**PROBLEM**: For the listing below, show each line that includes the string "from".

**SUPPLIED MATERIAL**:
def _grow(axy, c, j0, stop, thr, wmx=None, wmn=None):
    """Growth ends of the fixations starting at ``c`` (whose windows ``[c, j0)`` pass).

    All starts advance together one sample column at a time, each keeping
    its running per-axis extrema (given for the windows as ``wmx, wmn``, or
    gathered here); a start is done at the first sample that makes D exceed
    the threshold, or at its segment end.  Done starts are dropped from the
    batch once they are half of it; the last few long growers finish one by
    one (:func:`_grow_one`).
    """
    ax, ay = axy
    e_all = np.empty(len(c), dtype=np.int64)
    for a in range(0, len(c), _IDT_BATCH):  # a loop over batches of starts
        sl = slice(a, a + _IDT_BATCH)
        sp = stop[sl]
        m = len(sp)
        v, w, d = np.empty(m), np.empty(m), np.empty(m)
        if wmx is not None:
            pos = j0[sl] - 1
            mxx, mxy, mnx, mny = wmx[0, sl], wmx[1, sl], wmn[0, sl], wmn[1, sl]
        else:
            pos = c[sl].copy()
            mxx, mxy = ax[pos], ay[pos]
            mnx, mny = mxx.copy(), mxy.copy()
            for _ in range(int((j0[sl] - pos).min()) - 1):  # inside every window: no test
                pos += 1
                ax.take(pos, out=v)
                ay.take(pos, out=w)
                np.maximum(mxx, v, out=mxx)
                np.minimum(mnx, v, out=mnx)
                np.maximum(mxy, w, out=mxy)
                np.minimum(mny, w, out=mny)
        mxx, mxy, mnx, mny = (np.array(u) for u in (mxx, mxy, mnx, mny))  # own copies
        idx = np.arange(a, a + m)
        live = np.ones(m, dtype=bool)
        n_live = m
        while n_live >= _IDT_MIN_ACTIVE:  # a loop over sample columns
            pos += 1
            ax.take(pos, out=v, mode="clip")  # past the segment end: done anyway
            ay.take(pos, out=w, mode="clip")
            np.maximum(mxx, v, out=mxx)
            np.minimum(mnx, v, out=mnx)
            np.maximum(mxy, w, out=mxy)
            np.minimum(mny, w, out=mny)
            np.subtract(mxx, mnx, out=v)
            np.subtract(mxy, mny, out=w)
            np.add(v, w, out=d)
            done = d > thr
            done |= pos >= sp
            done &= live
            k = np.flatnonzero(done)
            if len(k):
                e_all[idx[k]] = pos[k]
                live[k] = False
                n_live -= len(k)
                if n_live < len(pos) // 2:  # drop the done starts
                    pos, sp, idx = pos[live], sp[live], idx[live]
                    mxx, mxy, mnx, mny = mxx[live], mxy[live], mnx[live], mny[live]
                    m = len(pos)
                    v, w, d = np.empty(m), np.empty(m), np.empty(m)
                    live = np.ones(m, dtype=bool)
        for k in np.flatnonzero(live).tolist():  # the few long growers
            e_all[idx[k]] = _grow_one(axy, int(pos[k]), int(sp[k]), thr,
                                      np.array([[mxx[k]], [mxy[k]]]),
                                      np.array([[mnx[k]], [mny[k]]]))
    return e_all


def _chain(succ: np.ndarray) -> np.ndarray:
    """Indices visited from node 0 following ``succ`` (negative: the end), in order.

    Pointer doubling: after round r the walk holds the first 2**r nodes and
    ``jump`` leads 2**r steps on; O(N log N) integer gathers, no Python loop.
    """
    nn = len(succ)
    jump = np.append(np.where(succ >= 0, succ, nn), nn)  # nn: past the end, stays there
    walk = np.zeros(1, dtype=np.int64)
    while True:  # a loop over doublings (log2 of the chain length)
        step = jump[walk]
        step = step[step < nn]
        if len(step) == 0:
            return walk
        walk = np.concatenate([walk, step])
        jump = jump[jump]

**TASK OUTPUT**:
    the threshold, or at its segment end.  Done starts are dropped from the
    """Indices visited from node 0 following ``succ`` (negative: the end), in order.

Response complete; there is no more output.